Thank you to the authors for the response; most of my concerns have been addressed. I have accordingly raise the score. However, for Q3&L3, my real concern is: can additional data augmentation techniques further improve performance? As an exploration and validation of the method's scalability and performance upper bound, I would greatly appreciate it if the authors could supplement ablation experiments in this regard.
Thank you for your feedback and for raising the score. We appreciate your thorough review. Regarding your concern about Q3&L3, we agree that exploring additional data augmentation techniques could provide valuable insights into the method’s scalability and performance upper bound. As noted in [1], additional stronger data augmentation techniques have been shown to improve the performance of contrastive learning. To address your suggestion, we are happy to conduct ablation experiments to evaluate the impact of additional augmentation strategies on our method’s performance. These experiments will be included in the revised manuscript to further validate the approach and provide a clearer understanding of its potential.

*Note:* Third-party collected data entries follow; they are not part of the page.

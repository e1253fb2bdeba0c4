// The daily dose the Drug Burden Index uses on a census date: the stage of a taper in
// force on the date, and the marks that say when a dose is the upper value of a range.
#include "medload/burden/burden.h"

#include <doctest/doctest.h>

#include <map>

namespace medload {
namespace {

Date D(int y, int m, int d) { return Date::FromCivil(y, m, d); }

ResolvedProduct Tablet(const std::string& ingredient, double mg) {
  ResolvedProduct product;
  product.ingredients = {{ingredient, mg, {}}};
  product.route = Route::kOral;
  product.form = "tablet";
  product.dose_unit = "tablet";
  product.match = MatchKind::kIngredient;
  return product;
}

ResolvedProduct PerUnit(const std::string& ingredient, std::optional<double> mg_per_unit,
                        std::optional<double> mg_per_day, Route route, const std::string& unit, int days_per_unit) {
  ResolvedProduct product;
  product.ingredients = {{ingredient, mg_per_unit, mg_per_day}};
  product.route = route;
  product.form = route == Route::kTransdermal ? "patch" : "injection";
  product.dose_unit = unit;
  product.default_supply_days = days_per_unit;
  product.match = MatchKind::kProduct;
  return product;
}

UnitDoseRow Row(UnitDoseForm form, std::optional<double> strength, std::optional<double> release, int interval) {
  UnitDoseRow row;
  row.form = form;
  row.strength_mg = strength;
  row.release_mg_per_day = release;
  row.interval_days = interval;
  row.source = "test";
  return row;
}

struct Fixture {
  std::map<std::string, ResolvedProduct> products;
  ResolvedProduct unmatched;
  BurdenTables tables;
  MeasureOptions options;

  Fixture() {
    products["diazepam 5mg tablets"] = Tablet("diazepam", 5);
    products["diazepam 2mg tablets"] = Tablet("diazepam", 2);
    // Hilmer et al. 2007: diazepam delta 5 mg (Australian minimum daily dose).
    tables.dbi["diazepam"] = {5.0, "sedative"};
    // Patches and depots as formulary/unit_doses.csv lists them (product SPCs, from memory).
    products["Scopoderm 1.5mg patch"] = PerUnit("hyoscine hydrobromide", 1.5, {}, Route::kTransdermal, "patch", 3);
    products["Buprenorphine 5micrograms/hour patch"] = PerUnit("buprenorphine", {}, 0.12, Route::kTransdermal, "patch", 7);
    products["Buprenorphine 20mg patch"] = PerUnit("buprenorphine", 20, {}, Route::kTransdermal, "patch", 7);
    products["Fentanyl 12micrograms/hour patch"] = PerUnit("fentanyl", {}, 0.288, Route::kTransdermal, "patch", 3);
    products["Flupentixol decanoate 40mg/2ml injection"] = PerUnit("flupentixol", 20, {}, Route::kInjection, "ml", 14);
    tables.unit_doses["hyoscine hydrobromide"] = {Row(UnitDoseForm::kPatch, 1.5, 1.0 / 3, 3)};
    tables.unit_doses["buprenorphine"] = {Row(UnitDoseForm::kPatch, 5, 0.12, 7)};
    tables.unit_doses["flupentixol"] = {Row(UnitDoseForm::kDepot, {}, {}, 14)};
    // Minimum daily doses as dbi.csv gives them (Hilmer et al. 2007 method; from memory).
    tables.dbi["hyoscine hydrobromide"] = {0.3, "both"};
    tables.dbi["buprenorphine"] = {0.12, "sedative"};
    tables.dbi["fentanyl"] = {0.288, "both"};
    tables.dbi["flupentixol"] = {1.0, "sedative"};
  }

  Burden On(const std::vector<DispensingRecord>& records, Date on) const {
    const Timeline timeline = BuildTimeline(records, [this](const DispensingRecord& r) -> const ResolvedProduct& {
      auto it = products.find(r.product);
      return it == products.end() ? unmatched : it->second;
    }, options);
    return EvaluateBurden(timeline, on, tables, options, 80);
  }
};

DispensingRecord Rx(const std::string& product, Date on, double quantity, const std::string& dosage,
                    std::optional<int> days = std::nullopt) {
  DispensingRecord record;
  record.patient_id = "T1";
  record.product = product;
  record.dispensed_on = on;
  record.quantity = quantity;
  record.days_supply = days;
  record.dosage = dosage;
  return record;
}

const char* const kTaper =
    "3 tablets daily for 7 days, then 2 daily for 7 days, then 1 daily for 7 days";

}  // namespace

TEST_SUITE("burden/dbi_dose") {

TEST_CASE("a taper's whole quantity sets its days of supply: 42 tablets at 3, 2, 1 a day last 21 days") {
  Fixture f;
  // 21 + 14 + 7 tablets: the supply covers 1 to 21 January; 22 January is in its tail.
  const Burden b = f.On({Rx("diazepam 5mg tablets", D(2024, 1, 1), 42, kTaper)}, D(2024, 1, 21));
  REQUIRE(b.active.size() == 1);
  CHECK(b.active[0].supply_end == D(2024, 1, 21));
  CHECK_FALSE(b.active[0].in_tail);
}

TEST_CASE("a taper's DBI dose is the stage in force on the census date, not the first stage") {
  // Product specification section 5, dbi(D): a taper uses the stage in force on D.
  // Hilmer et al. 2007: DBI = D / (D + delta), diazepam delta 5 mg.
  Fixture f;
  const std::vector<DispensingRecord> records = {Rx("diazepam 5mg tablets", D(2024, 1, 1), 42, kTaper)};
  struct Expected {
    Date on;
    double mg;
  };
  const Expected expected[] = {{D(2024, 1, 1), 15}, {D(2024, 1, 7), 15}, {D(2024, 1, 8), 10},
                               {D(2024, 1, 10), 10}, {D(2024, 1, 15), 5}, {D(2024, 1, 17), 5}};
  for (const Expected& e : expected) {
    CAPTURE(e.on.ToIso());
    const Burden b = f.On(records, e.on);
    REQUIRE(b.dbi_contributions.size() == 1);
    CHECK(b.dbi_contributions[0].dose_mg_per_day == doctest::Approx(e.mg));
    CHECK(b.dbi == doctest::Approx(e.mg / (e.mg + 5)));
    CHECK(b.dbi_contributions[0].staged);
    CHECK(DoseBasisMark(b.dbi_contributions[0]) == " (stage of a changing dose on the date)");
  }
}

TEST_CASE("a taper carried over behind an earlier supply counts its stages from the day it starts") {
  // With carry-over the second supply starts on 15 January, the day after the first ends:
  // on 24 January it is on its day 9 (second stage, 2 a day), not day 14 from dispensing.
  Fixture f;
  f.options.episodes.carryover = true;
  const Burden b = f.On({Rx("diazepam 5mg tablets", D(2024, 1, 1), 14, "one daily"),
                         Rx("diazepam 5mg tablets", D(2024, 1, 10), 42, kTaper)},
                        D(2024, 1, 24));
  REQUIRE(b.dbi_contributions.size() == 1);
  CHECK(b.dbi_contributions[0].dose_mg_per_day == doctest::Approx(10));
}

TEST_CASE("a taper that ends with 'then stop' adds no dose after it stops") {
  // Hilmer et al. 2007: D = 0 gives 0 / (0 + delta) = 0.
  Fixture f;
  const Burden b = f.On({Rx("diazepam 5mg tablets", D(2024, 1, 1), 12, "2 daily for 3 days then 1 daily for 6 days then stop")},
                        D(2024, 1, 11));
  REQUIRE(b.dbi_contributions.size() == 1);
  CHECK(b.dbi_contributions[0].dose_mg_per_day == 0);
  CHECK(b.dbi == 0);
  CHECK(b.dbi_incomplete.empty());
}

TEST_CASE("a DBI dose from the upper value of a range is marked, and a plain dose is not") {
  // Product specification section 5: a range uses its upper value, and the DBI says so.
  struct Case {
    const char* dosage;
    double mg;
    bool range_upper;
    bool as_needed;
  };
  const Case cases[] = {
      {"1-2 tablets at night", 10, true, false},
      {"one or two tablets at night", 10, true, false},
      {"one tablet once or twice daily", 10, true, false},
      {"one tablet 2-3 times a day", 15, true, false},
      {"one tablet twice daily", 10, false, false},
      {"one tablet up to three times a day when required", 15, false, true},
      {"1-2 tablets up to three times a day when required", 30, true, true},
  };
  for (const Case& c : cases) {
    CAPTURE(c.dosage);
    Fixture f;
    const Burden b = f.On({Rx("diazepam 5mg tablets", D(2024, 1, 1), 28, c.dosage)}, D(2024, 1, 2));
    REQUIRE(b.dbi_contributions.size() == 1);
    CHECK(b.dbi_contributions[0].dose_mg_per_day == doctest::Approx(c.mg));
    CHECK(b.dbi_contributions[0].range_upper == c.range_upper);
    CHECK(b.dbi_contributions[0].as_needed_max == c.as_needed);
    const bool marked = DoseBasisMark(b.dbi_contributions[0]).find("upper value of a range") != std::string::npos;
    CHECK(marked == c.range_upper);
  }
}

TEST_CASE("a patch's daily dose is its labelled release rate, not what it holds") {
  // Scopoderm 1.5 mg releases about 1 mg over 72 hours (SPC, from memory): 0.333 mg/day,
  // not 1.5 mg / 3 days = 0.5. Buprenorphine 5 micrograms/hour = 0.12 mg/day; fentanyl
  // 12 micrograms/hour = 0.288 mg/day (rate strengths as labelled). Hilmer et al. 2007:
  // D = delta gives 0.5.
  struct Case {
    const char* product;
    const char* dosage;
    double mg;
    DoseBasis basis;
  };
  const Case cases[] = {
      {"Scopoderm 1.5mg patch", "apply one patch every 72 hours", 1.0 / 3, DoseBasis::kPatchRelease},
      {"Scopoderm 1.5mg patch", "", 1.0 / 3, DoseBasis::kPatchRelease},
      {"Buprenorphine 5micrograms/hour patch", "one patch every 7 days", 0.12, DoseBasis::kRateStrength},
      {"Fentanyl 12micrograms/hour patch", "one patch every 3 days", 0.288, DoseBasis::kRateStrength},
  };
  for (const Case& c : cases) {
    CAPTURE(c.product);
    CAPTURE(c.dosage);
    Fixture f;
    const Burden b = f.On({Rx(c.product, D(2024, 1, 1), 4, c.dosage)}, D(2024, 1, 5));
    REQUIRE(b.dbi_contributions.size() == 1);
    CHECK(b.dbi_contributions[0].dose_mg_per_day == doctest::Approx(c.mg));
    CHECK(b.dbi_contributions[0].basis == c.basis);
  }
  Fixture f;
  CHECK(f.On({Rx("Fentanyl 12micrograms/hour patch", D(2024, 1, 1), 5, "")}, D(2024, 1, 5)).dbi ==
        doctest::Approx(0.5));
}

TEST_CASE("a patch whose content the table does not list has an unknown dose, never its content") {
  // 20 mg of buprenorphine is a 7-day 20 micrograms/hour patch or a 96-hour 35
  // micrograms/hour one (SPCs, from memory): the content cannot tell the rate.
  Fixture f;
  const Burden b = f.On({Rx("Buprenorphine 20mg patch", D(2024, 1, 1), 4, "one patch weekly")}, D(2024, 1, 5));
  CHECK(b.dbi_contributions.empty());
  CHECK(b.dbi_incomplete == std::vector<std::string>{"buprenorphine"});
}

TEST_CASE("a depot injection counts per ampoule with its labelled interval, whatever volume is recorded") {
  // Flupentixol decanoate 40 mg/2 ml every 14 days (SPC, from memory): D = 40 / 14 mg a
  // day, the same whether the record counts ampoules or ml; the supply is 14 days an
  // ampoule. Hilmer et al. 2007, delta 1 mg: D / (D + 1).
  struct Case {
    double quantity;
    const char* unit;
    Date supply_end;
  };
  const Case cases[] = {{1, "", D(2024, 1, 14)},      {2, "", D(2024, 1, 14)},  {2, "ml", D(2024, 1, 14)},
                        {4, "ml", D(2024, 1, 28)},    {2, "ampoule", D(2024, 1, 28)}, {3, "", D(2024, 2, 11)}};
  for (const Case& c : cases) {
    CAPTURE(c.quantity);
    CAPTURE(c.unit);
    Fixture f;
    DispensingRecord record = Rx("Flupentixol decanoate 40mg/2ml injection", D(2024, 1, 1), c.quantity, "");
    record.unit = c.unit;
    const Burden b = f.On({record}, D(2024, 1, 10));
    REQUIRE(b.dbi_contributions.size() == 1);
    CHECK(b.dbi_contributions[0].dose_mg_per_day == doctest::Approx(40.0 / 14));
    CHECK(b.dbi_contributions[0].basis == DoseBasis::kDepotInterval);
    CHECK(b.dbi == doctest::Approx((40.0 / 14) / (40.0 / 14 + 1)));
    REQUIRE(b.active.size() == 1);
    CHECK(b.active[0].supply_end == c.supply_end);
  }
}

TEST_CASE("a depot's dosage in mg, when given, sets its dose") {
  // "20mg every 2 weeks" from a 40 mg/2 ml ampoule: 20 / 14 mg a day.
  Fixture f;
  const Burden b = f.On({Rx("Flupentixol decanoate 40mg/2ml injection", D(2024, 1, 1), 2, "20mg every 2 weeks")},
                        D(2024, 1, 10));
  REQUIRE(b.dbi_contributions.size() == 1);
  CHECK(b.dbi_contributions[0].dose_mg_per_day == doctest::Approx(20.0 / 14));
  CHECK(b.dbi_contributions[0].basis == DoseBasis::kDosage);
}

}  // TEST_SUITE

}  // namespace medload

[1] “Contrastive Learning With Stronger Augmentations,” in IEEE Transactions on Pattern Analysis and Machine Intelligence, vol. 45, no. 5, pp. 5549-5560, 1 May 2023.

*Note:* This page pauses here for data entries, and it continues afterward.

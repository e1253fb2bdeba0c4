#include "medload/burden/timeline_writer.h"

#include <doctest/doctest.h>

#include <sstream>

#include "format/svg_checks.h"

namespace medload {
namespace {

Date D(int y, int m, int d) { return Date::FromCivil(y, m, d); }

// One medicine with two 28-day supplies, the second collected 10 days late (on 8 March,
// inside the first one's 28-day tail).
Timeline LateRefill() {
  Timeline timeline;
  Medicine medicine;
  medicine.key = "oxybutynin";
  medicine.ingredients = {"oxybutynin"};
  medicine.episodes = BuildEpisodes(std::vector<Coverage>{{D(2024, 2, 1), 28, 0}, {D(2024, 3, 8), 28, 1}},
                                    EpisodeOptions{30, false});
  timeline.medicines.push_back(medicine);
  return timeline;
}


// A product nothing recognised, dispensed `items` times on `on`.
UnmatchedProduct Unrecognised(const std::string& name, size_t items, Date on) {
  UnmatchedProduct product;
  product.product = name;
  product.dispensed.assign(items, on);
  return product;
}

// A timeline of one medicine and products nothing recognised: 10,000 dispensings of one,
// and 25 more products of two dispensings each.
Timeline WithUnrecognised() {
  Timeline timeline;
  Medicine medicine;
  medicine.key = "amlodipine";
  medicine.ingredients = {"amlodipine"};
  Episode episode;
  episode.start = Date::FromCivil(2024, 1, 1);
  episode.end = Date::FromCivil(2024, 2, 27);
  medicine.episodes.push_back(episode);
  timeline.medicines.push_back(medicine);
  timeline.unmatched.push_back(Unrecognised("Zelquorin 5mg tablets", 10000, Date::FromCivil(2024, 2, 1)));
  for (int i = 0; i < 25; ++i) {
    timeline.unmatched.push_back(Unrecognised("Invented product " + std::to_string(i), 2, Date::FromCivil(2024, 1, 5)));
  }
  timeline.non_medicine_items = 3;
  return timeline;
}

TimelineModel Model(const Timeline& timeline) {
  TimelineModel model;
  model.patient = "T1";
  model.from = Date::FromCivil(2024, 1, 1);
  model.to = Date::FromCivil(2024, 3, 1);
  model.timeline = &timeline;
  return model;
}

}  // namespace

TEST_SUITE("burden/timeline_writer") {

TEST_CASE("an episode's supplied days and its tail days are told apart") {
  const Timeline timeline = LateRefill();
  REQUIRE(timeline.medicines[0].episodes.size() == 1);
  const Episode& episode = timeline.medicines[0].episodes[0];
  // Supplied 1-28 February and 8 March - 4 April; the days between and after are tail.
  const auto spans = SuppliedSpans(episode);
  REQUIRE(spans.size() == 2);
  CHECK(spans[0] == std::make_pair(D(2024, 2, 1), D(2024, 2, 28)));
  CHECK(spans[1] == std::make_pair(D(2024, 3, 8), D(2024, 4, 4)));
  CHECK(episode.end == D(2024, 5, 2));

  TimelineModel model;
  model.patient = "T1";
  model.timeline = &timeline;
  model.from = D(2024, 2, 1);
  model.to = D(2024, 5, 31);
  std::ostringstream text;
  WriteTimelineText(text, model);
  // 92 days in the episode, 56 supplied, 36 in tails.
  CHECK(text.str().find("oxybutynin  2024-02-01  2024-05-02    92        56           36            2") !=
        std::string::npos);
  std::ostringstream svg;
  WriteTimelineSvg(svg, model);
  CHECK(svg.str().find("pale days are tail days") != std::string::npos);
  CHECK(svg.str().find("supplied 2024-03-08 to 2024-04-04") != std::string::npos);
}

TEST_CASE("every timeline format says how many dispensings of which unrecognised products are not drawn") {
  const Timeline timeline = WithUnrecognised();
  const std::vector<std::string> notes = NotDrawnNotes(timeline);
  REQUIRE(notes.size() == 23);
  CHECK(notes[0] ==
        "Not drawn: 10050 dispensings of 26 products that nothing in the formulary recognises; each may be a "
        "medicine, so check them:");
  CHECK(notes[1] == "  \"Zelquorin 5mg tablets\": 10000 dispensings, the last on 2024-02-01");
  CHECK(notes[21] == "  and 6 more products: 12 dispensings");
  CHECK(notes[22] == "Not drawn: 3 dispensings of non-medicines (dressings, appliances, test strips...).");
  using Writer = void (*)(std::ostream&, const TimelineModel&);
  for (const Writer write : {Writer{WriteTimelineText}, Writer{WriteTimelineCsv}, Writer{WriteTimelineSvg},
                             Writer{WriteTimelineHtml}}) {
    std::ostringstream out;
    write(out, Model(timeline));
    CHECK(out.str().find("Not drawn: 10050 dispensings of 26 products") != std::string::npos);
    CHECK(out.str().find("Zelquorin 5mg tablets") != std::string::npos);
  }
}

TEST_CASE("a timeline of a history cut by the store's bound says how many older dispensings it left out") {
  Timeline timeline = WithUnrecognised();
  timeline.unmatched.clear();
  timeline.non_medicine_items = 0;
  const std::vector<std::string> notes = NotDrawnNotes(timeline, 280000, 20000);
  REQUIRE(notes.size() == 1);
  CHECK(notes[0] == "Not drawn: the oldest 280000 dispensings of the patient; a history is read up to its latest "
                    "20000 dispensings.");
  TimelineModel model = Model(timeline);
  model.dropped = 1;
  std::ostringstream out;
  WriteTimelineCsv(out, model);
  CHECK(out.str().find("# Not drawn: the oldest 1 dispensing of the patient;") != std::string::npos);
}

TEST_CASE("a timeline that leaves nothing out has no notes") {
  Timeline timeline = WithUnrecognised();
  timeline.unmatched.clear();
  timeline.non_medicine_items = 0;
  CHECK(NotDrawnNotes(timeline).empty());
  std::ostringstream out;
  WriteTimelineText(out, Model(timeline));
  CHECK(out.str().find("Not drawn") == std::string::npos);
}

TEST_CASE("the timeline JSON gives each episode with its supplied spans, tail days and the caution") {
  const Timeline timeline = LateRefill();
  TimelineModel model;
  model.patient = "T1";
  model.timeline = &timeline;
  model.from = D(2024, 2, 1);
  model.to = D(2024, 5, 31);
  const nlohmann::json json = TimelineJson(model);
  CHECK(json.at("patient") == "T1");
  CHECK(json.at("census").is_null());
  REQUIRE(json.at("episodes").size() == 1);
  const nlohmann::json& episode = json.at("episodes")[0];
  CHECK(episode.at("medicine") == "oxybutynin");
  CHECK(episode.at("days") == 92);
  CHECK(episode.at("supplied_days") == 56);
  CHECK(episode.at("tail_days") == 36);
  CHECK(episode.at("supplied") == nlohmann::json::parse(R"([{"from": "2024-02-01", "to": "2024-02-28"},
                                                             {"from": "2024-03-08", "to": "2024-04-04"}])"));
  CHECK(episode.at("dispensings") == 2);
  CHECK(json.at("caution").get<std::string>().rfind("CAUTION:", 0) == 0);
  model.from = D(2024, 6, 1);  // nothing in range
  model.to = D(2024, 6, 30);
  CHECK(TimelineJson(model).at("episodes").empty());
}

TEST_CASE("the timeline's month labels, scale, census label and key neither overlap nor leave the chart") {
  // Ranges from four months to three years; the census date at the right edge, where its
  // label must turn to the left; a medicine name too long for the label column.
  Timeline timeline = LateRefill();
  timeline.medicines[0].ingredients = {"oxybutynin", "amitriptyline", "hydroxyzine", "chlorphenamine", "promethazine"};
  for (const int months : {4, 13, 24, 36}) {
    CAPTURE(months);
    TimelineModel model;
    model.patient = "T1";
    model.timeline = &timeline;
    model.from = D(2024, 1, 1);
    model.to = EndOfMonth(D(2024 + (months - 1) / 12, (months - 1) % 12 + 1, 1));
    model.census = model.to;
    std::ostringstream out;
    WriteTimelineSvg(out, model);
    const std::string svg = out.str();
    CHECK(testing::Listed(testing::Overlaps(testing::TextBoxes(svg))) == "");
    CHECK(testing::Listed(testing::OutsideDrawing(svg)) == "");
    CHECK(svg.find(">census " + model.to.ToIso() + "</text>") != std::string::npos);
    CHECK(svg.find(">medicines at once</text>") != std::string::npos);
    CHECK(svg.find("text-anchor=\"end\">0</text>") != std::string::npos);  // the scale starts at 0
    CHECK(svg.find("clinical review.</text>") != std::string::npos);        // the key is whole
    CHECK(svg.find(">2024-01</text>") != std::string::npos);
  }
}

}  // TEST_SUITE

}  // namespace medload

InfMasking addresses a critical gap in multimodal learning: existing methods primarily capture redundant information across modalities while neglecting synergistic information that emerges only when modalities are combined. The core innovation is an Infinite Masking strategy that randomly occludes features from each modality during fusion, creating diverse synergistic patterns aligned through mutual information maximization. A computationally efficient approximation makes this approach practical. Experiments show significant improvements in synergy capture (77.0% vs 71.4% on synthetic data) and state-of-the-art performance across seven real-world benchmarks, demonstrating that explicitly modeling complementary cross-modal interactions is crucial for effective multimodal representation learning.
优缺点分析
Strengths:
- The random masking approach is both novel and intuitive. By stochastically occluding features from different modalities during fusion, the model naturally learns to discover synergistic information that emerges only from cross-modal interactions.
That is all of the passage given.